▸ **TO DO**
Locate the line that contains "Effort of one" in the entries below, then repeat it and every following line through the line that contains "const out: string[] = [];", exactly, and no others.

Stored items
::::
describe('closed forms', () => {
  it('a resistor-fed diode-connected reference: S = −(V+ − V− − VBE)/(V+ − V− − VBE + NF·VT)', () => {
    // Differentiate IREF·R = V+ − V− − NF·VT·ln(IREF/IS): dIREF/IREF · (IREF·R + NF·VT) = −IREF·R · dR/R.
    for (const [supply, ohms, nf] of [
      [5, 10e3, 1],
      [12, 2.2e3, 1],
      [1.8, 47e3, 1.2],
    ]) {
      const b = new CircuitBuilder();
      b.v('VCC', 'vcc', '0', supply);
      b.model('qn', 'npn', { IS: 1e-15, BF: 1e12, NF: nf });
      b.r('RREF', 'vcc', 'a', ohms);
      b.q('Q1', 'a', 'a', '0', 'qn');
      const circuit = b.build();
      const solver = new DcSolver(circuit);
      const nominal = solver.solve();
      const lin = solver.linearise(nominal)!;
      const r = circuit.elements.findIndex((e) => e.name === 'RREF');
      const adj = sensitivities(lin, [{ terms: [{ kind: 'element', element: r, weight: 1 }], magnitude: true }], [{ kind: 'resistance', element: r }]);
      const iref = adj.value[0];
      const drop = iref * ohms; // V+ − V− − VBE
      const want = -drop / (drop + nf * VT27);
      expect(derivativeOf(adj, 0, 0) * (ohms / iref)).toBeCloseTo(want, 6);
    }
  });

  it("Pelgrom's law for the VTH mismatch of a MOS pair", () => {
    // Source: M. J. M. Pelgrom, A. C. J. Duinmaijer, A. P. G. Welbers, IEEE JSSC 24(5), 1989: σ(ΔVT) = AVT/√(W·L) for a pair,
    // so each device's own σ is AVT/√(2·W·L). AVT here is the project default, 5 mV·µm (common practice, from memory).
    const c = fixture('simple-mirror', 'nmos').circuit;
    const m1 = c.elements.find((e) => e.name === 'Q1')! as { w: number; l: number; m: number };
    m1.w = 20e-6;
    m1.l = 2e-6;
    const structures = recogniseStructures(c);
    const s = toleranceSources(c, structures, new Map(), { resistorTolerance: 0.01, resistorFrom: 'setting', supplyTolerance: 0.05 }, 27);
    const vth = s.find((x) => x.label === 'Q1 VTH')!;
    const pair = 5e-3 / Math.sqrt(20 * 2); // 5 mV·µm over √(40 µm²)
    expect(vth.sigma * Math.SQRT2).toBeCloseTo(pair, 9);
    expect(pair * 1e3).toBeCloseTo(0.7906, 3);
  });

  it('root-sum-square and linear sum of independent contributions', () => {
    // σ = √Σ(Sᵢσᵢ)², worst case = Σ|Sᵢ·Δᵢ| (independent contributions; common practice).
    const src = (label: string, sigma: number, bound: number) => ({ label, group: label, element: label, parameter: { kind: 'temperature' } as VariedParameter, nominal: 1, sigma, bound, from: 'card' as const, figure: 0 });
    const sources = [src('A', 3, 9), src('B', 4, 12)];
    const r = spreadOf(sources, { index: [0, 1], value: [1, -1] });
    expect(r.sigma).toBeCloseTo(5, 12);
    expect(r.worstCase).toBeCloseTo(21, 12);
    expect(r.contributors.map((c) => [c.name, +c.share.toFixed(4)])).toEqual([
      ['B', 0.64],
      ['A', 0.36],
    ]);
  });
});
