/** What one corner phase measured, for the next phase of an edited circuit (`CornerContext.reuse`). */
export interface CornerRecord {
  labels: string[];
  converged: Uint8Array;
  /** Structure ids in the order the buffers and findings follow. */
  ids: string[];
  buffers: CornerBuffers;
  /** Per structure, its corner findings as `runCorners` made them (before severities and sorting). */
  findings: Finding[][];
  /**
   * The structures' measurement plans (names resolved to element and node indices): a value edit keeps every name and
   * index, so a phase that keeps this record measures with them instead of resolving 5,000 structures' names again.
   */
  plans: MeasurementPlans;
}

/** A record and which structures can differ from it. */
export interface CornerReuse {
  record: CornerRecord;
  /** 1 for a structure that must be measured again at every corner. */
  touched: Uint8Array;
  /** The elements the touched structures name (devices, reference chains, degenerations), whole-circuit indices. */
  members: Int32Array;
  /** A finding of the record moved past the edit, or undefined when it cannot be (it touches the edit). */
  moved: (f: Finding) => Finding | undefined;
}

/** Effort of one `runCorners` call. */
export interface CornerStats {
  corners: number;
  converged: number;
  /** Newton iterations over every corner solve. */
  iterations: number;
  /** Milliseconds in the corner solves, and in measuring every structure at every corner and wording the findings. */
  solveMs: number;
  measureMs: number;
  /** Structures that kept the last phase's figures at every corner that converged both times (`CornerContext.reuse`), and of those, how many kept its findings. */
  keptFigures: number;
  keptFindings: number;
  /** Corners measured on the point of the parts an edit reached, solved alone, without a whole-circuit solve (see `CornerStart`). */
  partCorners: number;
}

const clock: () => number = (() => {
  const perf = (globalThis as { performance?: { now(): number } }).performance;
  return perf ? () => perf.now() : () => Date.now();
})();

/** The independent voltage sources that set the supply rails (every V source on a rail path with a non-zero value). */
export function supplySources(circuit: Circuit): string[] {
  const names = new Set<string>();
  // The rails the checks found for this circuit (kept per circuit), not a walk of every element again.
  for (const rail of railsByIndex(circuit).values()) for (const s of rail.sources) names.add(s);
  const out: string[] = [];
  // Indexed, as the other walks of every element here: a for-of that runs once is not compiled, and then makes an object per step.
  const elements = circuit.elements;
  for (let i = 0; i < elements.length; i++) {
    const e = elements[i];
    if (e.kind === 'V' && names.has(e.name) && e.dc !== 0 && Number.isFinite(e.dc)) out.push(e.name);
  }
  return out;
}

function signedPct(scale: number): string {
  const pct = Number(((scale - 1) * 100).toPrecision(3));
  return `${pct < 0 ? '\u2212' : '+'}${Math.abs(pct)} %`;
}

function degrees(t: number): string {
  return `${t < 0 ? '\u2212' : ''}${Math.abs(Number(t.toPrecision(4)))} °C`;
}

/**
 * The corner list, in a fixed order: the full cross product of supply (all supply sources
 * together at −tol, nominal, +tol) × temperature (cold, nominal, hot) × beta (low, 1, high),
 * without the all-nominal point — at most 3 × 3 × 3 − 1 = 26 corners — followed, when the
 * circuit has more than one supply source, by each source alone at ±tol (nominal temperature
 * and beta), for at most 8 sources: at most 26 + 16 = 42 solves per circuit, shared by every
 * structure. Levels equal to nominal (a zero tolerance, a beta factor of 1) are dropped, and so
 * is the beta axis for a circuit without bipolar devices and the temperature axis for one where
 * nothing depends on temperature (no junction, FET or resistor with a coefficient): no corner
 * repeats another. Current sources keep their value: the
 * supply tolerance applies to voltage sources on the rails only.
 */
export function cornerSpecs(options: ResolvedOptions, nominalC: number, sources: string[], scope: { bipolar: boolean; mos?: boolean; thermal?: boolean } = { bipolar: true }): CornerSpec[] {
  const c = options.corners;
  // The MOS process axis (slow, typical, fast) exists only when a setting gives it a size and the circuit has MOSFETs.
  const processOn = scope.mos === true && ((c.processKpTolerance ?? 0) > 0 || (c.processVtoShift ?? 0) > 0);
  const processes: ('slow' | 'fast' | undefined)[] = processOn ? ['slow', undefined, 'fast'] : [undefined];
  const tol = Number.isFinite(c.supplyTolerance) ? Math.abs(c.supplyTolerance) : 0;
  const supply = uniq(sources.length > 0 ? [1 - tol, 1, 1 + tol] : [1]);
  // Temperature only moves junctions, FETs and resistors with a coefficient; without any, a temperature corner would repeat nominal.
  const temps = scope.thermal === false ? [nominalC] : uniq([c.coldC, nominalC, c.hotC].filter(Number.isFinite));
  // Beta only moves bipolar devices; a circuit without any keeps its corner count down to supply × temperature.
  const betas = scope.bipolar ? uniq([c.betaLow, 1, c.betaHigh].filter((b) => Number.isFinite(b) && b > 0)) : [1];
  const specs: CornerSpec[] = [];
  for (const s of supply) {
    for (const t of temps) {
      for (const b of betas) {
        for (const process of processes) {
          if (s === 1 && t === nominalC && b === 1 && !process) continue;
          const parts: string[] = [];
          if (s !== 1) parts.push(`supply ${signedPct(s)}`);
          if (t !== nominalC) parts.push(degrees(t));
          if (b !== 1) parts.push(`beta ×${Number(b.toPrecision(3))}`);
          if (process) parts.push(`${process} MOS`);
          specs.push({ label: parts.join(', '), supplyScale: s, temperatureC: t, betaScale: b, ...(process ? { process } : {}) });
        }
      }
    }
  }
  if (sources.length > 1 && tol > 0) {
    for (const name of sources.slice(0, MAX_SINGLE_SOURCE_CORNERS)) {
      for (const s of [1 - tol, 1 + tol]) {
        specs.push({ label: `${name} alone ${signedPct(s)}`, supplyScale: 1, singleSource: name, singleScale: s, temperatureC: nominalC, betaScale: 1 });
      }
    }
  }
  return specs;
}

/** The supply values of one corner: every supply scaled, or one supply alone (a single-source corner). */
export function cornerSourceValues(spec: CornerSpec, sources: string[], dcOf: Map<string, number>): Record<string, number> {
  const sourceValues: Record<string, number> = nameTable();
  for (const name of sources) {
    const scale = spec.singleSource === undefined ? spec.supplyScale : name === spec.singleSource ? spec.singleScale ?? 1 : 1;
    if (scale !== 1) sourceValues[name] = (dcOf.get(name) ?? 0) * scale;
  }
  return sourceValues;
}

/** Which corner axes a circuit has: beta with bipolar devices, the MOS process with MOSFETs, temperature with anything that moves with it. */
export function cornerScope(circuit: Circuit): { bipolar: boolean; mos: boolean; thermal: boolean } {
  return { bipolar: circuit.elements.some((e) => e.kind === 'Q'), mos: circuit.elements.some((e) => e.kind === 'M'), thermal: circuit.elements.some(movesWithTemperature) };
}

/** The model parameters of a MOS process corner: slow is KP·(1 − tol) with the threshold magnitude raised by the shift, fast the reverse (every MOSFET together). */
export function processCornerParameters(circuit: Circuit, options: ResolvedOptions, process: 'slow' | 'fast'): Record<string, Record<string, number>> {
  const sign = process === 'slow' ? 1 : -1;
  const out: Record<string, Record<string, number>> = nameTable();
  for (const e of circuit.elements) {
    if (e.kind !== 'M') continue;
    const kp = modelValue(e, 'KP');
    const vto = modelValue(e, 'VTO');
    const polarity = e.model.kind === 'pmos' ? -1 : 1;
    out[e.name] = { KP: kp * (1 - sign * (options.corners.processKpTolerance ?? 0)), VTO: vto + polarity * sign * (options.corners.processVtoShift ?? 0) };
  }
  return out;
}

/** Whether an element's DC behaviour depends on temperature (docs/DEVICE-MODELS.md): diodes, transistors, JFETs, and resistors with TC1/TC2. */
export function movesWithTemperature(el: Element): boolean {
  switch (el.kind) {
    case 'D':
    case 'Q':
    case 'M':
    case 'J':
      return true;
    case 'R':
      return Boolean(el.tc1 || el.tc2);
    default:
      return false;
  }
}

function uniq(xs: number[]): number[] {
  const out: number[] = [];
  for (const x of xs) if (!out.includes(x)) out.push(x);
  return out;
}
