/** Node name -> index in `circuit.nodes` (see `NameIndex`); the elaborator keys nodes by their lower-case names. */
class NodeIndex extends NameIndex {
  constructor(
    private readonly nodes: readonly string[],
    private readonly names: ElaboratedNames | undefined,
    every?: { map: Map<string, number> | undefined },
  ) {
    super(every);
  }

  /** The same index over the node list of a circuit with the same names in the same places. */
  following(nodes: readonly string[]): NodeIndex {
    return new NodeIndex(nodes, this.names, this.every);
  }

  protected count(): number {
    return this.nodes.length;
  }

  protected nameAt(i: number): string {
    return this.nodes[i]!;
  }

  protected distinct(): boolean {
    return this.names?.nodeKeys !== undefined;
  }

  protected keyed(name: string): number {
    const keys = this.names?.nodeKeys;
    if (!keys || !isAsciiName(name)) return UNKNOWN;
    // Node names are mostly written in lower case: such a name is its own key.
    const k = keys.get(name);
    if (k !== undefined && this.nodes[k] === name) return k;
    // An ASCII node's key is its name in lower case: a node of this name would be found there.
    const lower = lowerCase(name);
    const l = lower === name ? undefined : keys.get(lower);
    return l !== undefined && this.nodes[l] === name ? l : ABSENT;
  }
}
::::
▸ **ANSWER SECTION**
/** Effort of one `runCorners` call. */
export interface CornerStats {
  corners: number;
  converged: number;
  /** Newton iterations over every corner solve. */
  iterations: number;
  /** Milliseconds in the corner solves, and in measuring every structure at every corner and wording the findings. */
  solveMs: number;
  measureMs: number;
  /** Structures that kept the last phase's figures at every corner that converged both times (`CornerContext.reuse`), and of those, how many kept its findings. */
  keptFigures: number;
  keptFindings: number;
  /** Corners measured on the point of the parts an edit reached, solved alone, without a whole-circuit solve (see `CornerStart`). */
  partCorners: number;
}

const clock: () => number = (() => {
  const perf = (globalThis as { performance?: { now(): number } }).performance;
  return perf ? () => perf.now() : () => Date.now();
})();

/** The independent voltage sources that set the supply rails (every V source on a rail path with a non-zero value). */
export function supplySources(circuit: Circuit): string[] {
  const names = new Set<string>();
  // The rails the checks found for this circuit (kept per circuit), not a walk of every element again.
  for (const rail of railsByIndex(circuit).values()) for (const s of rail.sources) names.add(s);
  const out: string[] = [];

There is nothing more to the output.